ECONOMIA/INDICADORES


Dólar fecha em menor patamar desde junho

O dólar terminou no menor patamar desde meados de junho na segunda-feira, na esteira da fraqueza da moeda norte-americana no exterior, nova alta das commodities e expectativas de fluxo ao Brasil


No fechamento, o dólar recuou 0,91%, a 5,033 reais na venda, menor valor para um encerramento de sessão desde 15 de junho (5,0278 reais). Lá fora, um índice da moeda norte-americana caía 0,35%, e vários pares do real --também correlacionados aos preços das commodities-- apreciavam. O real seguiu amparado por uma combinação de retornos mais altos da renda fixa, com ciclo de alta de juros provavelmente terminado, "valuation" atrativo e perspectiva de mais vendas de produtos agrícolas do Brasil à China. As indicações de atividade econômica brasileira resiliente apesar das incertezas domésticas e globais também têm chamado atenção, atraindo fluxo estrangeiro para a bolsa, o qual passa pelo mercado de câmbio. "A recuperação das commodities explica esse desempenho do real", disse Rodolfo Margato, economista da XP, lembrando que a moeda brasileira vinha de um ponto de partida mais fraco no fim de maio e por algumas semanas posteriormente registrou depreciação mais forte que alguns de seus pares. Desde meados de julho, quando tocou uma mínima desde fevereiro, o índice CRB de matérias-primas --referência global como medida dos preços de uma cesta de produtos básicos-- saltou 10,4%. Apenas nesta segunda, os preços internacionais do barril do petróleo subiram mais de 4%. "Temos visto movimento de exportadores que vinham mantendo divisas em moedas globais internalizando recursos", acrescentou o economista da XP, que ainda prevê dólar em 5 reais ao fim deste ano. Pelos dados mais recentes do Banco Central, na semana entre 15 e 19 de agosto o fluxo de câmbio contratado para operações comerciais foi superavitário em 1,115 bilhão de dólares --melhor resultado desde a semana finalizada em 1º de julho. Considerando o fluxo geral, o Banco MUFG Brasil prevê déficit em conta corrente de 18 bilhões de dólares para o país em 2022, valor considerado pelo banco ainda "pequeno" para os padrões brasileiros e "facilmente financiado" pelo investimento direto produtivo, estimado em 55 bilhões de dólares.

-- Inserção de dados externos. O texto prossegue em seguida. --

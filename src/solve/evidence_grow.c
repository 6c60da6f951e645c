/* SPDX-License-Identifier: MIT
 *
 * The evidence fit from nothing: which components there are. The variational rounds only lose components, and one that
 * starts badly aligned may be lost although the data support it. So:
 *
 *   1  offsets by ridge least squares; the trimmed spectral start gives all components asked for at once
 *   2  rounds until the estimates settle; what the data do not support is pruned
 *   3  the leading pair of the residual joins as one more component, rounds again: while it lives, go on
 *   4  rounds to the final tolerance
 *
 * A component lives while its standard deviation in the table is above a thousandth of the noise's: pruned ones fall
 * towards 0 quadratically, living ones do not come near that. Growth by the residual's leading pair is what made nearly
 * every local method converge from few cells; the ridge per component, learnt from the data, is in the spirit of
 * MacKay 1992, "Bayesian interpolation".
 */
#include "solve/evidence_internal.h"

#include <math.h>

/* A pruned component: standard deviation in the table over that of the noise. */
#define COMPONENT_DEAD 1e-3
/* Rounds between two growths, and the tolerance at which they end earlier. */
#define GROW_ROUNDS 10
#define GROW_CHANGE 1e-3

/* How many components live. */
static size_t living(const struct evidence_result *fit)
{
    const struct low_rank *point = &fit->model.low_rank;
    double size = sqrt((double)point->rows * (double)point->columns);
    size_t count = 0;
    while (count < point->rank && point->spectrum[count] > COMPONENT_DEAD * fit->noise * size)
        count++;
    return count;
}

/* *model loses its components behind the first `rank`. */
static void model_trim(struct model *model, size_t rank)
{
    struct low_rank *point = &model->low_rank;
    if (rank >= point->rank)
        return;
    point->rank = rank;
    for (size_t side = 0; side < 2; side++) {
        struct matrix a = side == 0 ? point->left : point->right;
        for (size_t i = 0; i < a.rows; i++)
            for (size_t k = rank; k < a.columns; k++)
                MATRIX_AT(a, i, k) = 0;
    }
    point->left = matrix_left(point->left, rank);
    point->right = matrix_left(point->right, rank);
}

/* Adds components to *model, of which the offsets stand: the spectral start's `rank` when it has none yet, else one. */
static fescue_status model_grow(fescue_context *context, const struct cells *cells,
                                const struct evidence_request *request, struct model *model)
{
    struct problem problem = {0};
    struct low_rank *point = &model->low_rank;
    fescue_status status;
    TRY(problem_create(context, cells, &model->offsets, 0, &problem));
    if (point->rank == 0) {
        low_rank_free(context, point);
        TRY(start_spectral(&problem, request->rank, request->seed, point));
    } else {
        for (size_t k = 0; k < point->rank; k++)
            point->spectrum[k] /= problem.scale;
        TRY(start_grow(&problem, request->seed + point->rank, point));
    }
    for (size_t k = 0; k < point->rank; k++)
        point->spectrum[k] *= problem.scale;
done:
    problem_free(&problem);
    return status;
}

/* Replaces *fit by a fit that starts from its model. */
static fescue_status refit(fescue_context *context, const struct cells *cells, const struct evidence_request *request,
                           struct evidence_result *fit)
{
    struct evidence_result next = {0};
    fescue_status status = evidence_fit(context, cells, request, &fit->model, &next);
    if (status != FESCUE_OK)
        return status;
    evidence_result_free(context, fit);
    *fit = next;
    return FESCUE_OK;
}

fescue_status evidence_learn(fescue_context *context, const struct cells *cells, const struct evidence_request *request,
                             struct evidence_result *out)
{
    struct evidence_request loose = *request;
    size_t shorter = cells->rows < cells->columns ? cells->rows : cells->columns, alive = 0;
    fescue_status status;
    *out = (struct evidence_result){.model = {.rows = cells->rows, .columns = cells->columns}};
    out->model.bounds = (struct fescue_range){-INFINITY, INFINITY};
    loose.rounds = GROW_ROUNDS;
    loose.change = GROW_CHANGE;
    TRY(offsets_fit(context, cells, request->offsets, &out->model.offsets));
    TRY(low_rank_create(context, cells->rows, cells->columns, 0, &out->model.low_rank));
    for (;;) {
        TRY(model_grow(context, cells, &loose, &out->model));
        loose.rank = out->model.low_rank.rank;
        TRY(refit(context, cells, &loose, out));
        size_t now = living(out);
        model_trim(&out->model, now > 0 ? now : 1);
        if (now <= alive || now >= shorter)
            break;
        alive = now;
        loose.noise_start = out->noise * out->noise;
    }
    loose = *request;
    loose.rank = out->model.low_rank.rank;
    loose.noise_start = out->noise * out->noise;
    TRY(refit(context, cells, &loose, out));
    model_trim(&out->model, living(out));
done:
    if (status != FESCUE_OK)
        evidence_result_free(context, out);
    return status;
}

Os economistas do MUFG Carlos Pedrodo e Mauricio Nakahodo, preveem, contudo, alguma redução na entrada líquida de investimentos estrangeiros em renda fixa, devido ao aumento das taxas de juros nos Estados Unidos, com potencial corte no incentivo para operações de "carry-trade" (arbitragem com taxa de juros).

REUTERS


Ibovespa fecha quase estável

O Ibovespa fechou quase estável na segunda-feira, com Petrobras avançando mais de 2%, para nova máxima histórica, na esteira da alta do petróleo no exterior


Índice de referência do mercado acionário brasileiro, o Ibovespa subiu 0,02%, a 112.323,12 pontos. O volume financeiro somou 20,5 bilhões de reais, abaixo da média diária de 29,2 bilhões de reais em agosto. De acordo com o analista Fábio Perina, do Itaú BBA, do ponto de vista gráfico, apesar da queda de 1% na última sexta-feira, o Ibovespa não perdeu o suporte em 111.900 pontos, o que abriria caminho para um movimento de realização de lucros. Em comentário a clientes, ele destacou que o grande desafio do Ibovespa em superar a região entre 112.800 e 114.400 pontos continua e que "o cenário ficou mais distante para um novo rali acima dos 114 mil pontos, já que a força para cima do mercado internacional não tem mais, ao menos por enquanto". No exterior, Wall Street teve uma sessão abatida, com agentes financeiros ainda processando a perspectiva de que o banco central norte-americano irá sacrificar o crescimento econômico para ancorar a inflação se necessário. O S&P 500 fechou com declínio de 0,67%. "Os investidores seguem cautelosos", observou o analista Régis Chinchila, da Terra Investimentos, citando os comentários do chair do Federal Reserve na sexta-feira, mas também de dirigentes do Banco Central Europeu apoiando a continuidade de aumento na taxa de juros para combater a inflação.

REUTERS


Dívida pública federal cai 0,7% em julho, diz Tesouro

O custo médio das novas emissões da dívida interna também cresceu moderadamente, indo de 12,03% ao ano em junho para 12,09% ao ano em julho


A dívida pública federal do Brasil caiu 0,70% em julho sobre junho, a 5,804 trilhões de reais, informou o Tesouro Nacional na segunda-feira, em mês com relativa estabilidade em indicadores de custo e prazo dos títulos. No período, a dívida pública mobiliária interna teve recuo de 0,66%, a 5,559 trilhões de reais. De acordo com o Tesouro, a redução do estoque da dívida foi explicada por um resgate líquido de 81,6 bilhões de reais e uma apropriação positiva de juros no valor de 40,5 bilhões de reais. Segundo o órgão, o mês passado foi marcado por um ambiente de aversão ao risco no exterior, refletindo incertezas sobre inflação e crescimento no mundo. No entanto, após subir ao longo do mês com o cenário externo e discussões fiscais no Brasil, a curva de juros futuros encerrou julho praticamente estável. No mês, o custo médio do estoque da dívida pública federal caiu, passando de 10,90% ao ano em junho para 10,76% no mês passado. Na dívida interna, o custo do estoque subiu ligeiramente de 10,98% ao ano para 11,00% em julho. O custo médio das novas emissões da dívida interna também cresceu moderadamente, indo de 12,03% ao ano em junho para 12,09% ao ano em julho. No período, também houve um leve alongamento do prazo médio de vencimento dos títulos brasileiros para 3,90 anos, ante 3,88 anos registrados em junho.

REUTERS


Brasil abre 218.902 vagas formais de trabalho em julho, abaixo do esperado, mostra Caged

O Brasil abriu 218.902 vagas formais de trabalho em julho, de acordo com o Cadastro Geral de Empregados e Desempregados (Caged), divulgado na segunda-feira pelo Ministério do Trabalho e Previdência.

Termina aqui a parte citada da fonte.